» **Requirement**:
From the data that follows, copy every line holding the string "full".

___ Supplied records ___

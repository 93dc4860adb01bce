"""What the report says about causes and cures, against the records behind it."""

import json
from collections.abc import Callable
from pathlib import Path

import pytest
from click.testing import CliRunner

from siteassess import Assessment, assess, read_site
from siteassess.assessment import explained
from siteassess.cli import main
from siteassess.report.content import report_content
from siteassess.report.phrases import percent, plain
from siteassess.report.pieces import Section
from siteassess.report.results import assessment_record
from siteassess.report.sections.answers import ranked_obstacles

HARBOUR = Path(__file__).parents[2] / "example_sites" / "harbour"


@pytest.fixture(scope="module")
def told(markup_assessment: Assessment) -> Assessment:
    return explained(markup_assessment)


def section(assessment: Assessment, key: str) -> Section:
    return next(one for one in report_content(assessment).sections if one.key == key)


def test_plain_assessment_says_nothing_of_them(markup_assessment: Assessment) -> None:
    keys = {one.key for one in report_content(markup_assessment).sections}
    assert not keys & {"causes", "cures"}
    record = assessment_record(markup_assessment)
    assert record["causes"] is None
    assert record["cures"] is None


def test_obstacles_are_numbered_by_what_they_return(told: Assessment) -> None:
    ranked = [index for index, _ in ranked_obstacles(told.verdict)]
    assert told.explanation is not None
    assert tuple(ranked) == told.explanation.order
    returned = [
        max((told.verdict.obstacles[index].returned_satellite_time_share or {}).values()) for index in ranked
    ]
    assert returned == sorted(returned, reverse=True)
    causes = section(told, "causes").tables[0]
    names = [plain(told.verdict.obstacles[index].name) for index in ranked]
    assert [row[:2] for row in causes.rows[: len(names)]] == [
        (str(place), name) for place, name in enumerate(names, start=1)
    ]


def test_last_row_is_all_that_obstacles_take(told: Assessment) -> None:
    last = section(told, "causes").tables[0].rows[-1]
    assert last[2:-1] == tuple(percent(one.lost_share, 2) for one in told.verdict.signals)


def test_json_holds_the_same(told: Assessment) -> None:
    record = assessment_record(told)
    assert [one["rank"] for one in record["causes"]] == list(range(1, len(told.verdict.obstacles) + 1))
    last = record["causes"][-1]["returned_with_those_above_share"]
    for one in told.verdict.signals:
        assert last[one.signal] == pytest.approx(one.lost_share, abs=1e-6)
    mast = record["cures"]["mast"]
    assert len(mast["steps"]) == 21
    assert mast["keep_angles"] == list(told.explanation.heights.keep_angles)
    json.dumps(record, allow_nan=False)


def test_height_that_passes_is_named_with_its_price() -> None:
    told = explained(assess(read_site(HARBOUR / "tree_line")))
    sentences = " ".join(section(told, "cures").sentences)
    assert told.explanation is not None
    assert told.explanation.heights is not None
    lowest_m = told.explanation.heights.lowest_passing_m
    assert lowest_m is not None
    assert f"nothing required is missed is {lowest_m:.2f} m tall; it is 2.50 m now." in sentences
    assert "A taller mast costs stability." in sentences
    assert "instrument_up_m = 2.610 keeps it there" in sentences
    assert "keep their angles at every height: general skyline." in sentences


TALLEST = ("mast_height_m = 1.5", "mast_height_m = 1.5\nmax_mast_height_m = 1.5")


@pytest.mark.parametrize(
    ("replacements", "horizon", "sentence"),
    [
        ([TALLEST], "20,15,30", "The mast is as tall as the site file allows."),
        ([], "20,15,", "What a taller mast brings is not known: no obstacle carries a distance."),
    ],
)
def test_where_no_height_is_looked_at_the_reason_is_given(
    write_site: Callable[..., Path], replacements: list[tuple[str, str]], horizon: str, sentence: str
) -> None:
    extra = '\n[sky]\nsystems = ["GPS"]\ndays = 1\nstep_s = 600\n'
    rows = f"azimuth_deg,elevation_deg,distance_m\n{horizon}\n"
    told = explained(assess(read_site(write_site(*replacements, horizon=rows, extra=extra))))
    assert sentence in " ".join(section(told, "cures").sentences)


def test_explain_adds_causes_and_cures_to_plain_json(markup_site: Path) -> None:
    path = str(markup_site)
    bare = json.loads(CliRunner().invoke(main, ["assess", path, "--json"]).stdout)
    full = json.loads(CliRunner().invoke(main, ["assess", path, "--json", "--explain"]).stdout)
    assert bare["causes"] is None
    assert full["causes"][0]["rank"] == 1
    assert full["cures"]["askable"]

___

» **Response to this exercise**:
    full = json.loads(CliRunner().invoke(main, ["assess", path, "--json", "--explain"]).stdout)
    assert full["causes"][0]["rank"] == 1
    assert full["cures"]["askable"]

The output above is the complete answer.